"""A stored merge as plain text, its numbers as they stand in the file: conditions, stresses, rate sensitivity, laws."""

from __future__ import annotations

import math
from collections.abc import Iterator
from typing import Any

import numpy as np

from shpb.view.digits import to_uncertainty, uncertainty
from shpb.view.merge_words import counted, for_people, plain, rate_text, why_in_words
from shpb.view.report.merge_stored import Material, Merge, materials_of
from shpb.view.text import NOT_KNOWN, columns_of, fitted, padded, printable, rounded, wrapped

_LABEL = 14
_TESTS = {"quasi_static": "quasi-static", "bar": "bars", "all": "all"}
_MOST_STRAINS = 5  # that 80 columns hold


def stored_merge_text(merge: Merge, *, width: int = 80, full: bool = False) -> str:
    """Return a stored merge as text.

    Parameters
    ----------
    merge : Merge
        As read back from its file.
    width : int
        Columns that no line passes, at least 72.
    full : bool
        Whether to add every law and the files by name, not only the law that is put first.
    """
    width = max(width, 72)
    root = merge.attributes["/"]
    names = ", ".join(dict.fromkeys(printable(name) for name in merge.materials))
    head = f"{names}: {counted(len(merge.used), 'file')} merged, {len(merge.left_out)} left out."
    lines = wrapped(head, width, "MERGED  ")
    made = f"{root.get('created_utc', NOT_KNOWN)} by shpb {root.get('program_version', NOT_KNOWN)}"
    lines += ["", *wrapped(made, width, "Made".ljust(_LABEL))]
    strain = "taken out of" if merge.settings.indentation_out else "left in"
    choices = f"bar faces' indentation {strain} the strain of the bars; C at {merge.settings.reference_rate_per_s:g} /s"
    lines += wrapped(choices, width, "Choices".ljust(_LABEL))
    for number, one in enumerate(merge.left_out):
        said = f"{printable(one.origin)}: {plain(one.why)}"
        lines += wrapped(said, width, ("" if number else "Left out").ljust(_LABEL))
    for material in materials_of(merge):
        lines += ["", *_material(material, width, full)]
    if full:
        lines += ["", "Files that were merged"]
        lines += [f"  {fitted(printable(one.place or one.name), width - 2)}" for one in merge.used]
    return "\n".join(line.rstrip() for line in lines)


def _material(material: Material, width: int, full: bool) -> Iterator[str]:
    head = fitted(printable(f"{material.name}, {material.kind}"), width)
    yield head
    yield "=" * columns_of(head)
    yield from _stresses(material, width)
    yield ""
    yield from _sensitivities(material, width)
    laws = material.laws if full else material.laws[:1]
    for key in laws:
        yield ""
        yield from _law(material, key, width)
    others = len(material.laws) - len(laws)
    if others:
        yield f"{counted(others, 'more law')} in the file: --full shows all."
    if not material.laws:
        yield ""
        reasons = zip(
            material.words("laws_not_fitted/key"), material.words("laws_not_fitted/why"), strict=True
        )
        said = "; ".join(f"{key}: {plain(why_in_words(key, why))}" for key, why in reasons)
        yield from wrapped(f"No law was fitted. {said}", width)


def _stresses(material: Material, width: int) -> Iterator[str]:
    """Conditions, each with its stresses."""
    strains = sorted(set(material.column("table/plastic_strain").tolist()))[:_MOST_STRAINS]
    cells: dict[tuple[int, float], str] = {}
    columns = (
        material.column(f"table/{name}").tolist()
        for name in ("condition", "plastic_strain", "stress", "u_stress")
    )
    for condition, strain, stress, u in zip(*columns, strict=True):
        wide = 2e-6 * u
        cells[int(condition), strain] = f"{to_uncertainty(1e-6 * stress, wide)}+-{uncertainty(wide)}"
    yield from wrapped("True stress (MPa) at true plastic strain, +- with k = 2; rate: mean true rate", width)
    yield f"{'no':>3} {'rate 1/s':>9} {'T K':>5} {'n':>3}" + "".join(f"{strain:>11g}" for strain in strains)
    for number, one in enumerate(material.conditions):
        rate, kelvin = rate_text(float(one["mean_rate"])), float(one["temperature"])
        head = f"{number + 1:>3} {rate:>9} {kelvin:>5.0f} {len(one['files']):>3}"
        yield head + "".join(f"{cells.get((number, strain), '-'):>11}" for strain in strains)
    for number, one in enumerate(material.conditions, 1):
        for said in one["outlying"]:
            yield from wrapped(f"condition {number}: {plain(str(said))}", width, "  ")


def _sensitivities(material: Material, width: int) -> Iterator[str]:
    strain = material.strain
    if strain is None:
        return
    group = "rate_sensitivity"
    here = np.flatnonzero(material.column(f"{group}/plastic_strain") == strain).tolist()
    if not here:
        yield "Rate sensitivity: no temperature has tests at two rates."
        return
    yield from wrapped(
        f"Rate sensitivity m = d ln(stress)/d ln(rate) at plastic strain {strain:g}, 95 % interval", width
    )
    yield f"{'T K':>5}  {'tests':<13}{'m':>9} {'u':>9}  interval"
    for place in here:
        tests = material.words(f"{group}/tests")[place]
        head = f"{material[f'{group}/temperature'][place]:>5.0f}  {_TESTS.get(tests, tests):<13}"
        m, u, low, high = (
            float(material[f"{group}/{start}m"][place]) for start in ("", "u_", "low_", "high_")
        )
        if not math.isfinite(m):
            yield from wrapped(f"not known: {plain(material.words(f'{group}/why_not')[place])}", width, head)
            continue
        ends = [to_uncertainty(end, u) if math.isfinite(end) else "no end" for end in (low, high)]
        yield f"{head}{to_uncertainty(m, u):>9} {uncertainty(u):>9}  {ends[0]} to {ends[1]}"


def _law(material: Material, key: str, width: int) -> Iterator[str]:
    facts, base = material.facts(f"laws/{key}"), f"laws/{key}"
    rates, kelvin = (material[f"{base}/points/{name}"] for name in ("rate", "start_temperature"))
    ends = " to ".join(dict.fromkeys(rate_text(float(end)) for end in (rates.min(), rates.max())))
    kelvins = " to ".join(dict.fromkeys(f"{end:.0f}" for end in (kelvin.min(), kelvin.max())))
    yield from wrapped(
        f"{facts['name']}, fitted to {counted(rates.size, 'point')}, {ends} /s, {kelvins} K", width
    )
    yield from wrapped(str(facts["formula"]), width, "  ", "    ")
    known = [
        f"{name.replace('_', ' ')} {value:.6g}" for name, value in material.facts(f"{base}/facts").items()
    ]
    if known:
        yield from wrapped(f"taken as known: {', '.join(known)}", width, "  ", "    ")
    yield f"  {'':<8}{'value':>13} {'unit':<6}{'u':>9}  95 % interval"
    for place, name in enumerate(material.words(f"{base}/parameters/name")):
        yield from _parameter(material, f"{base}/parameters", place, name, width)
    for warning in _warnings(facts):
        yield from wrapped(plain(warning), width, "  mind: ", "    ")


def _warnings(facts: Any) -> list[str]:
    said = [str(one) for one in facts["warnings"]]
    if not facts["converged"]:
        said.insert(0, "the search did not come to its end: do not use these numbers")
    return said


def _parameter(material: Material, base: str, place: int, name: str, width: int) -> list[str]:
    unit, factor = for_people(material.words(f"{base}/unit")[place], 1.0)
    value, u, low, high = (
        factor * float(material[f"{base}/{which}"][place]) for which in ("value", "u", "low", "high")
    )
    label = padded(printable(name), 8)
    if not math.isfinite(u):
        standing = material.words(f"{base}/standing")[place]
        held = rounded(value) if math.isfinite(value) else "-"
        reason = plain(material.words(f"{base}/reason")[place])
        return wrapped(f"{standing}{': ' if reason else ''}{reason}", width, f"  {label}{held:>13} {unit:<6}")
    ends = [to_uncertainty(end, u) if math.isfinite(end) else "no end" for end in (low, high)]
    return [f"  {label}{to_uncertainty(value, u):>13} {unit:<6}{uncertainty(u):>9}  {ends[0]} to {ends[1]}"]


def stored_merge_json(merge: Merge, file: str) -> dict[str, Any]:
    """The same for other programs: conditions, merged table and constants; lists of equal length by column."""

    def columns(base: str, group: str) -> dict[str, Any]:
        start = f"{base}/{group}/"
        held: dict[str, Any] = {
            name[len(start) :]: [one if math.isfinite(one) else None for one in values.tolist()]
            for name, values in merge.arrays.items()
            if name.startswith(start) and "/" not in name[len(start) :]
        }
        return held | {
            name[len(start) :]: list(values)
            for name, values in merge.texts.items()
            if name.startswith(start) and "/" not in name[len(start) :]
        }

    materials = []
    for one in materials_of(merge):
        base = f"materials/{one.number}"
        materials.append(
            {
                "material": one.name,
                "kind": one.kind,
                "conditions": [
                    {
                        "mean_rate_per_s": float(held["mean_rate"]),
                        "temperature_k": float(held["temperature"]),
                        "range": str(held["range"]),
                        "files": [str(name) for name in held["files"]],
                    }
                    for held in one.conditions
                ],
                "table": columns(base, "table"),
                "rate_sensitivity": columns(base, "rate_sensitivity"),
                "laws": {
                    key: {
                        "name": str(one.facts(f"laws/{key}")["name"]),
                        "formula": str(one.facts(f"laws/{key}")["formula"]),
                        "facts": {
                            name: float(value) for name, value in one.facts(f"laws/{key}/facts").items()
                        },
                        "parameters": columns(base, f"laws/{key}/parameters"),
                        "warnings": _warnings(one.facts(f"laws/{key}")),
                    }
                    for key in one.laws
                },
            }
        )
    root = merge.attributes["/"]
    return {
        "file": file,
        "created_utc": root.get("created_utc"),
        "written_by": root.get("program_version"),
        "files": [{"name": one.name, "sha256": one.sha256, "place": one.place} for one in merge.used],
        "left_out": [{"file": one.origin, "why": one.why} for one in merge.left_out],
        "materials": materials,
    }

● Aim of the exercise
Find and copy every line in the entries above where the string "wide" occurs.

● Output
        wide = 2e-6 * u
        cells[int(condition), strain] = f"{to_uncertainty(1e-6 * stress, wide)}+-{uncertainty(wide)}"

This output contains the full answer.